WHAT TO DO:
Within the records, which lines hold the string "nearest"? Report each one by copying it.

★ ★ ★ ★

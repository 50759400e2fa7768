"""Disk margins of several channels: closed forms, certified bounds against sampling, perturbations that destabilize."""

from __future__ import annotations

import math
from dataclasses import replace

import numpy as np
import pytest
from channels import closed, highest, respond, scan, sigma, transfer
from scipy.signal import cont2discrete

from linverify.core.outcome import Outcome
from linverify.numerics.multiloop import around, both_sides, multiloop
from linverify.numerics.scalings import from_above
from linverify.numerics.transfer import Transfer


def rotating(a: float) -> Transfer:
    """A body that rotates about one axis, torques and rates of the other two coupled by `a`."""
    A, C = np.array([[0.0, a], [-a, 0.0]]), np.array([[1.0, a], [-a, 1.0]])
    return Transfer(A, np.eye(2), C, np.zeros((2, 2)))


def gain(D: np.ndarray) -> Transfer:
    k, m = D.shape
    return Transfer(np.zeros((0, 0)), np.zeros((0, m)), np.zeros((k, 0)), D)


def stable_loops(seed: int, m: int, number: int, *, lightest: float = 1e-3, feed: float = 0.0) -> list[Transfer]:
    """Random loops of m channels that are stable when closed."""
    rng = np.random.default_rng(seed)
    found: list[Transfer] = []
    while len(found) < number:
        one = transfer(rng, int(rng.integers(m, 13)), m, m, lightest, 0.1, feed)
        share = 10 ** rng.uniform(-1.0, 1.0)
        one = replace(one, C=share * one.C)
        if closed(one).real.max() < 0.0:
            found.append(one)
    return found


def difference(loop: Transfer, omega: np.ndarray) -> np.ndarray:
    """(S - T) / 2, from the open loop's response."""
    eye = np.eye(len(loop.D))
    return np.linalg.inv(eye + respond(loop, omega)) - 0.5 * eye


# Skogestad & Postlethwaite, Multivariable Feedback Control, section 3.7.1, origin Doyle: "unstable for gains 1 + e,
# 1 - e beyond |e| = 1 / sqrt(a^2 + 1), although each loop alone has 90 deg" (from memory); closed forms derived.
@pytest.mark.parametrize("a", [10.0, 3.0])
def test_rotating_body(a: float) -> None:
    found, root = multiloop(rotating(a)), math.sqrt(1.0 + a**2)
    assert (found.outcome, found.stable, found.unstable) == (Outcome.DONE, True, ())
    assert found.complementary.value == pytest.approx(root, rel=1e-6)
    assert found.complementary.frequency == pytest.approx(0.0, abs=1e-6)
    assert found.sensitivity.value == pytest.approx(root, rel=1e-6)
    assert found.sensitivity.frequency == pytest.approx(1.0 / a, rel=1e-5)
    alpha = 2.0 / (a + root)
    assert found.disk.low <= alpha * (1.0 + 1e-12)
    assert found.disk.high >= alpha * (1.0 - 1e-12)
    assert found.disk.low == pytest.approx(alpha, rel=2e-6)
    assert found.disk.high == pytest.approx(alpha, rel=2e-6)
    assert found.disk.frequency == pytest.approx(root - a, rel=1e-4)
    assert math.degrees(2.0 * math.atan(0.5 * found.disk.low)) == pytest.approx(
        math.degrees(math.atan(1.0 / a)), rel=2e-6
    )
    for share in (0.999, 1.001):
        factors = 1.0 + np.array([1.0, -1.0]) * share / root
        assert (closed(rotating(a), factors).real.max() < 0.0) == (share < 1.0)


@pytest.mark.parametrize(
    ("a", "low", "high", "phase"), [(10.0, 0.904988, 1.104988, 5.71059), (3.0, 0.720759, 1.387426, 18.43495)]
)
def test_rotating_body_guarantees_in_figures(a: float, low: float, high: float, phase: float) -> None:
    alpha = multiloop(rotating(a)).disk.low
    assert (2.0 - alpha) / (2.0 + alpha) == pytest.approx(low, abs=1e-6)
    assert (2.0 + alpha) / (2.0 - alpha) == pytest.approx(high, abs=2e-6)
    assert math.degrees(2.0 * math.atan(0.5 * alpha)) == pytest.approx(phase, rel=2e-6)


# Seiler, Packard & Gahinet, IEEE Control Systems Magazine 40(5), 2020, example 1: printed 0.46, 25.8 deg
def test_one_channel_is_its_own_disk_margin() -> None:
    A = np.array([[-10.0, -10.0, -10.0], [1.0, 0.0, 0.0], [0.0, 1.0, 0.0]])
    loop = Transfer(A, np.array([[1.0], [0.0], [0.0]]), np.array([[0.0, 0.0, 25.0]]), np.zeros((1, 1)))
    found = multiloop(loop).disk
    assert found.low == pytest.approx(0.458093, abs=1e-6)
    assert found.high == pytest.approx(0.458093, abs=1e-6)
    assert found.frequency == pytest.approx(1.955027, rel=1e-4)
    assert np.abs(closed(loop, np.array(found.factors)) - 1j * found.frequency).min() < 1e-6


@pytest.mark.parametrize("m", [2, 3, 4])
def test_bounds_meet_and_the_perturbation_destabilizes(m: int) -> None:
    for loop in stable_loops(m, m, 3, lightest=1e-5, feed=0.1):
        found = multiloop(loop)
        disk = found.disk
        assert found.stable
        assert disk.done
        assert 0.0 < disk.low <= disk.high
        assert disk.high <= disk.low * (1.0 + (1e-5 if m < 4 else 0.05))
        if not np.isfinite(np.array(disk.factors)).all() or math.isinf(disk.frequency):
            continue
        # each factor is as far off as the margin says, and no further
        factors = np.array(disk.factors)
        assert np.abs(2.0 * (factors - 1.0) / (factors + 1.0)) == pytest.approx(np.full(m, disk.high), rel=1e-6)
        poles = closed(loop, factors)
        nearest = poles[np.argmin(np.abs(poles - 1j * disk.frequency))]
        assert abs(nearest - 1j * disk.frequency) <= 1e-5 * max(disk.frequency, 1.0)
        assert poles.real.max() >= -1e-6 * max(disk.frequency, 1.0)


@pytest.mark.parametrize("m", [2, 3])
def test_no_sampled_perturbation_is_smaller(m: int) -> None:
    rng = np.random.default_rng(m)
    for loop in stable_loops(10 + m, m, 3):
        disk = multiloop(loop).disk
        poles = closed(loop)
        omega = scan(poles, number=400)[::3]
        M = difference(loop, omega)
        below = 0.0
        for _ in range(60):
            turned = M * np.exp(1j * rng.uniform(-np.pi, np.pi, m))
            below = max(below, float(np.abs(np.linalg.eigvals(turned)).max()))
        assert below <= 1.0 / disk.low * (1.0 + 1e-9)
        assert below >= 0.7 / disk.low  # the sampling comes near, so that the line above says something


def test_never_more_than_each_channel_alone() -> None:
    for m in (2, 3):
        for loop in stable_loops(20 + m, m, 2, lightest=1e-4):
            poles = closed(loop)
            alone = [
                highest(lambda w, i=i, L=loop: np.abs(difference(L, w)[:, i, i]), scan(poles), poles) for i in range(m)
            ]
            assert multiloop(loop).disk.low <= 1.0 / max(alone) * (1.0 + 1e-9)


def test_peaks_against_a_scan_of_the_open_loop() -> None:
    eye = np.eye(3)
    for loop in stable_loops(5, 3, 2, lightest=1e-5, feed=0.1):
        found, poles = multiloop(loop), closed(loop)
        S = highest(lambda w, L=loop: sigma(np.linalg.inv(eye + respond(L, w))), scan(poles), poles)
        T = highest(lambda w, L=loop: sigma(eye - np.linalg.inv(eye + respond(L, w))), scan(poles), poles)
        assert found.sensitivity.value == pytest.approx(S, rel=1e-5)
        assert found.complementary.value == pytest.approx(T, rel=1e-5)


@pytest.mark.slow
@pytest.mark.parametrize("seed", range(50))
def test_nothing_on_a_scan_is_above_the_bounds(seed: int) -> None:
    """Loops of two to four channels, of orders up to twelve, with light damping and feedthrough, half of them large."""
    rng = np.random.default_rng(1000 + seed)
    m = int(rng.integers(2, 5))
    for loop in stable_loops(
        seed, m, 2, lightest=10 ** rng.uniform(-5.0, -1.0), feed=float(rng.choice([0.0, 0.1, 1.0]))
    ):
        found, poles, eye = multiloop(loop), closed(loop), np.eye(m)
        S = np.linalg.inv(eye + respond(loop, scan(poles, number=600)))
        for peak, values in ((found.sensitivity, S), (found.complementary, eye - S)):
            assert sigma(values).max() <= peak.value + peak.error
        assert from_above(S - 0.5 * eye)[0].max() * found.disk.low <= 1.0 + 1e-9
        assert found.disk.high <= found.disk.low * (1.0 + (1e-5 if m < 4 else 0.05))
        factors = np.array(found.disk.factors)
        if np.isfinite(factors).all() and math.isfinite(found.disk.frequency):
            assert closed(loop, factors).real.max() >= -1e-6 * max(found.disk.frequency, 1e-3 * np.abs(poles).max())


def test_units_of_the_channels_do_not_matter() -> None:
    (loop,) = stable_loops(31, 3, 1)
    units = np.array([1e4, 1.0, 1e-5])
    other = replace(loop, B=loop.B * units, C=loop.C / units[:, np.newaxis], D=loop.D * units / units[:, np.newaxis])
    assert multiloop(other).disk.low == pytest.approx(multiloop(loop).disk.low, rel=1e-5)


def test_channels_that_do_not_touch_each_other() -> None:
    """The smaller of the two margins, though no finite scaling reaches it where one channel feeds the other."""
    A = np.array([[-1.0, 0.0], [0.0, -2.0]])
    for cross in (0.0, 5.0):
        loop = Transfer(A, np.eye(2), np.array([[4.0, 0.0], [cross, 1.0]]), np.zeros((2, 2)))
        disk = multiloop(loop).disk
        # L = k / (s + p): (1 - L) / (1 + L) / 2 is largest at infinity, one half
        assert disk.low == pytest.approx(2.0, rel=1e-4)
        assert disk.high == pytest.approx(2.0, rel=1e-4)


def test_both_sides_of_one_channel() -> None:
    """Both perturbations of one channel multiply."""
    A = np.array([[-10.0, -10.0, -10.0], [1.0, 0.0, 0.0], [0.0, 1.0, 0.0]])
    plant = Transfer(A, np.array([[1.0], [0.0], [0.0]]), np.array([[0.0, 0.0, 1.0]]), np.zeros((1, 1)))
    loop = replace(plant, C=25.0 * plant.C)
    both = both_sides(plant, gain(np.array([[25.0]])))
    # together the factors must be -1 / L; nearest to one are two equal ones
    root = np.sqrt(-1.0 / respond(loop, np.linspace(1.0, 3.0, 200001))[:, 0, 0])
    alpha = float(2.0 * np.abs((root - 1.0) / (root + 1.0)).min())
    assert both.low == pytest.approx(alpha, rel=2e-6)
    assert both.high == pytest.approx(alpha, rel=2e-6)
    assert both.high < multiloop(loop).disk.low
    product = np.prod(np.array(both.factors))
    assert np.abs(closed(loop, np.array([product])) - 1j * both.frequency).min() < 1e-5


def test_both_sides_of_the_rotating_body() -> None:
    plant = rotating(3.0)
    both, at_input = both_sides(plant, gain(np.eye(2))), multiloop(plant).disk
    assert both.high < at_input.low
    assert both.low == pytest.approx(0.161223, abs=2e-6)  # from this code, kept as a mark
    rng = np.random.default_rng(0)
    loop = around(plant, gain(np.eye(2)))
    for _ in range(300):
        deltas = 0.9999 * both.low * np.exp(1j * rng.uniform(-np.pi, np.pi, 4))
        assert closed(loop, (1.0 + 0.5 * deltas) / (1.0 - 0.5 * deltas)).real.max() < 0.0
    poles = closed(loop, np.array(both.factors))
    assert poles.real.max() > -1e-6


def test_unstable_loops_have_no_margins() -> None:
    loop = rotating(3.0)
    found = multiloop(replace(loop, C=-loop.C))
    assert found.outcome is Outcome.DONE
    assert not found.stable
    assert len(found.unstable) == 2
    assert np.real(found.unstable) == pytest.approx([1.0, 1.0], rel=1e-6)
    assert (found.disk.low, found.disk.high, found.sensitivity.value) == (0.0, 0.0, math.inf)


def test_ill_posed_and_not_finite_are_outcomes() -> None:
    loop = rotating(3.0)
    assert multiloop(replace(loop, D=-np.eye(2))).outcome is Outcome.ILL_POSED
    assert multiloop(replace(loop, D=np.full((2, 2), math.inf))).outcome is Outcome.NOT_FINITE


def test_pole_on_the_axis_is_on_the_edge() -> None:
    oscillator = Transfer(
        np.array([[0.0, 1.0], [-1.0, 0.0]]), np.array([[0.0], [1.0]]), np.eye(2)[[0]], np.zeros((1, 1))
    )
    found = multiloop(oscillator)
    assert (found.outcome, found.stable, found.disk.low) == (Outcome.ON_THE_EDGE, False, 0.0)
    sampled = Transfer(np.array([[0.5]]), np.ones((1, 1)), np.array([[1.5]]), np.zeros((1, 1)), step=0.1)
    assert multiloop(sampled).outcome is Outcome.ON_THE_EDGE  # closed at z = -1


def test_what_does_not_fit_is_refused() -> None:
    loop = rotating(3.0)
    with pytest.raises(ValueError, match="as many outputs as inputs"):
        multiloop(replace(loop, C=loop.C[:1], D=loop.D[:1]))
    with pytest.raises(ValueError, match="do not fit"):
        both_sides(loop, gain(np.ones((2, 1))))


def test_sampled_loop() -> None:
    """The bilinear image of a loop has its margins, at the frequencies that belong to it."""
    loop, step = rotating(3.0), 0.05
    A, B, C, D, _ = cont2discrete((loop.A, loop.B, loop.C, loop.D), step, method="bilinear")
    found, plain = multiloop(Transfer(A, B, C, D, step=step)), multiloop(loop)
    assert found.stable
    assert found.disk.low == pytest.approx(plain.disk.low, rel=1e-6)
    assert found.sensitivity.value == pytest.approx(plain.sensitivity.value, rel=1e-6)
    warped = 2.0 / step * math.atan(0.5 * step * plain.sensitivity.frequency)
    assert found.sensitivity.frequency == pytest.approx(warped, rel=1e-3)
    held = cont2discrete((loop.A, loop.B, loop.C, loop.D), 2.0)
    unstable = multiloop(Transfer(*held[:4], step=2.0))
    assert not unstable.stable
    assert min(abs(pole) for pole in unstable.unstable) >= 1.0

★ ★ ★ ★

ANSWER:
        nearest = poles[np.argmin(np.abs(poles - 1j * disk.frequency))]
        assert abs(nearest - 1j * disk.frequency) <= 1e-5 * max(disk.frequency, 1.0)
    # together the factors must be -1 / L; nearest to one are two equal ones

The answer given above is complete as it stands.